WORK REQUIRED: Let the answer be the lines from the one with "if floor < first" to the end of the entries, copied exactly with both boundary lines kept.

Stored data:
+---+

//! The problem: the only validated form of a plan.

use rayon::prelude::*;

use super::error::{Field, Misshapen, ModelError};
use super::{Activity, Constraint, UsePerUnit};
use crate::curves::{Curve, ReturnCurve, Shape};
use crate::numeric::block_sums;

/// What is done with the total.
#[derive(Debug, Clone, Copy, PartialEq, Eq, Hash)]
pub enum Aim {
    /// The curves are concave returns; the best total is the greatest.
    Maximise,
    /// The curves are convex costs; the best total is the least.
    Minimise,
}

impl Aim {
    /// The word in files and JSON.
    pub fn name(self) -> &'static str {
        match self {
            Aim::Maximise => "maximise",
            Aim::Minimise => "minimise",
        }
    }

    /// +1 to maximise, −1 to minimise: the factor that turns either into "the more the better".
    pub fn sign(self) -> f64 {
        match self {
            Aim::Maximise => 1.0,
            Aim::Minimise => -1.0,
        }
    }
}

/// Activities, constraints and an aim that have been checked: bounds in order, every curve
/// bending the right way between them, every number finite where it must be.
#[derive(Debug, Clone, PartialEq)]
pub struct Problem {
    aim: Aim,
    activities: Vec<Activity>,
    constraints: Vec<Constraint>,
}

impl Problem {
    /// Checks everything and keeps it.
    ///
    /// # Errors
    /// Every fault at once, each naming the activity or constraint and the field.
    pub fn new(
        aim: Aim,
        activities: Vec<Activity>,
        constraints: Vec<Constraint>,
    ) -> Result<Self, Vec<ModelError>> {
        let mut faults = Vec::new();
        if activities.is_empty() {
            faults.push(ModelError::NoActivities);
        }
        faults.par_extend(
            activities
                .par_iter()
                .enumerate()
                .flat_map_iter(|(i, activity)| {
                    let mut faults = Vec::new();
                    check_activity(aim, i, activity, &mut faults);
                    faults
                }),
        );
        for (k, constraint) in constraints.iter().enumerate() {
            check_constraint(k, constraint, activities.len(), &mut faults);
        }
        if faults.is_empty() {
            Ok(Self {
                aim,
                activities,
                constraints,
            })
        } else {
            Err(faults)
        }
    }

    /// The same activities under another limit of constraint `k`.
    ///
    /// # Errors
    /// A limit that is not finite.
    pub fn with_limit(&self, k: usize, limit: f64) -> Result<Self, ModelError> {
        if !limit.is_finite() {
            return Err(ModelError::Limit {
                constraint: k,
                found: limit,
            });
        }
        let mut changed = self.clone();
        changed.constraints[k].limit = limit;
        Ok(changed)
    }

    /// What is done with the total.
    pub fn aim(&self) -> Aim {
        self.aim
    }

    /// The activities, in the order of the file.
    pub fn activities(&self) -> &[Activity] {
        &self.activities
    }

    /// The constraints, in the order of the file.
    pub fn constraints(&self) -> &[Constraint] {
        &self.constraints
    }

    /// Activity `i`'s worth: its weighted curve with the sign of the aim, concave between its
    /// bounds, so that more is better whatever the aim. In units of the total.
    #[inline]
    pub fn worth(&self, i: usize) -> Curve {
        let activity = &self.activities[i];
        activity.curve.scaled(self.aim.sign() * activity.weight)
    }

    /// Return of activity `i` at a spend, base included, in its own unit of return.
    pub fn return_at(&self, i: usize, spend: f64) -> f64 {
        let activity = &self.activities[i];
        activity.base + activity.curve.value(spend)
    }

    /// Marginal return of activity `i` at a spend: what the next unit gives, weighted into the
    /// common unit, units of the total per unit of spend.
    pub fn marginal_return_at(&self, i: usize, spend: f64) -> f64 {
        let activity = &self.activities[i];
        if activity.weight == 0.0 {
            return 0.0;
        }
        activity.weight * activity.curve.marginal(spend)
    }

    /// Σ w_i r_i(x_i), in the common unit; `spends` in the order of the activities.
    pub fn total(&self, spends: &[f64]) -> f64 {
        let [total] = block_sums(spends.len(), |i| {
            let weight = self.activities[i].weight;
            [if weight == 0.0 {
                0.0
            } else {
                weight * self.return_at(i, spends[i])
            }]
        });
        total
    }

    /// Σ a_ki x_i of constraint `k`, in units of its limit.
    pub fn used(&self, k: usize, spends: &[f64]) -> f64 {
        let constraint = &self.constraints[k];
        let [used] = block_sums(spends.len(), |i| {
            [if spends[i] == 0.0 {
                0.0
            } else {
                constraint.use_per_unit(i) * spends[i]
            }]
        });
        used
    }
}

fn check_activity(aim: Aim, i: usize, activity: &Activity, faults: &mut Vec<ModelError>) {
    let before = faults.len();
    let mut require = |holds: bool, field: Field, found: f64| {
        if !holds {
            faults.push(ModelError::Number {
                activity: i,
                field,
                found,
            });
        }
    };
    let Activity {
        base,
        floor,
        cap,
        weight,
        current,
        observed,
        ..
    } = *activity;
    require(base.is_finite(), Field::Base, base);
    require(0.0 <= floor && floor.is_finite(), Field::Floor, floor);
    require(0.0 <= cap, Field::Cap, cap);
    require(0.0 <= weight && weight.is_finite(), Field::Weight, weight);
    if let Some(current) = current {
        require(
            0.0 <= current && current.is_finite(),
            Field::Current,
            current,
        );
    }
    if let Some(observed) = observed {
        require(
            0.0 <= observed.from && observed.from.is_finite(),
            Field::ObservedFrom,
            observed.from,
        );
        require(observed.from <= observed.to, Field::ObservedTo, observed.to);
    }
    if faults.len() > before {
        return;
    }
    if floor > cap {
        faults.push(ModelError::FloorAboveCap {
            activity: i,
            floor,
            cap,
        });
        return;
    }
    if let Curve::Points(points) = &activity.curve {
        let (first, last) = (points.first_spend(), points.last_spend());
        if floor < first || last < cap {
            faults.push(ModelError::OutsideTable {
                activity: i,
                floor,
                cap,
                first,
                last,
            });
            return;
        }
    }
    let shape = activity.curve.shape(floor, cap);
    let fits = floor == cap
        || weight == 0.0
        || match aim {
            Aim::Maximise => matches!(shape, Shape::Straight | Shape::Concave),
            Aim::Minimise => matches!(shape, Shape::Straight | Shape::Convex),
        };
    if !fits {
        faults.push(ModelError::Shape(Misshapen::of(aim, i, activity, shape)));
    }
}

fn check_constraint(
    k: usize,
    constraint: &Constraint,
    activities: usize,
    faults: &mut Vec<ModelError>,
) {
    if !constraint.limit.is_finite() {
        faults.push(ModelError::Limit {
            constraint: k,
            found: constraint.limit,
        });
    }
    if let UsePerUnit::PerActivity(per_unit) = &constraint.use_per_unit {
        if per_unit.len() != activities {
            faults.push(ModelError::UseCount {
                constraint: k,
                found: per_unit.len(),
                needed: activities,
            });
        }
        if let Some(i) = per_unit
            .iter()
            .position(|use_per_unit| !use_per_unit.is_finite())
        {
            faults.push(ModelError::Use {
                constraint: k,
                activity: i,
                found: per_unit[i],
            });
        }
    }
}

+---+

ANSWER FOR THIS EXERCISE:
        if floor < first || last < cap {
            faults.push(ModelError::OutsideTable {
                activity: i,
                floor,
                cap,
                first,
                last,
            });
            return;
        }
    }
    let shape = activity.curve.shape(floor, cap);
    let fits = floor == cap
        || weight == 0.0
        || match aim {
            Aim::Maximise => matches!(shape, Shape::Straight | Shape::Concave),
            Aim::Minimise => matches!(shape, Shape::Straight | Shape::Convex),
        };
    if !fits {
        faults.push(ModelError::Shape(Misshapen::of(aim, i, activity, shape)));
    }
}

fn check_constraint(
    k: usize,
    constraint: &Constraint,
    activities: usize,
    faults: &mut Vec<ModelError>,
) {
    if !constraint.limit.is_finite() {
        faults.push(ModelError::Limit {
            constraint: k,
            found: constraint.limit,
        });
    }
    if let UsePerUnit::PerActivity(per_unit) = &constraint.use_per_unit {
        if per_unit.len() != activities {
            faults.push(ModelError::UseCount {
                constraint: k,
                found: per_unit.len(),
                needed: activities,
            });
        }
        if let Some(i) = per_unit
            .iter()
            .position(|use_per_unit| !use_per_unit.is_finite())
        {
            faults.push(ModelError::Use {
                constraint: k,
                activity: i,
                found: per_unit[i],
            });
        }
    }
}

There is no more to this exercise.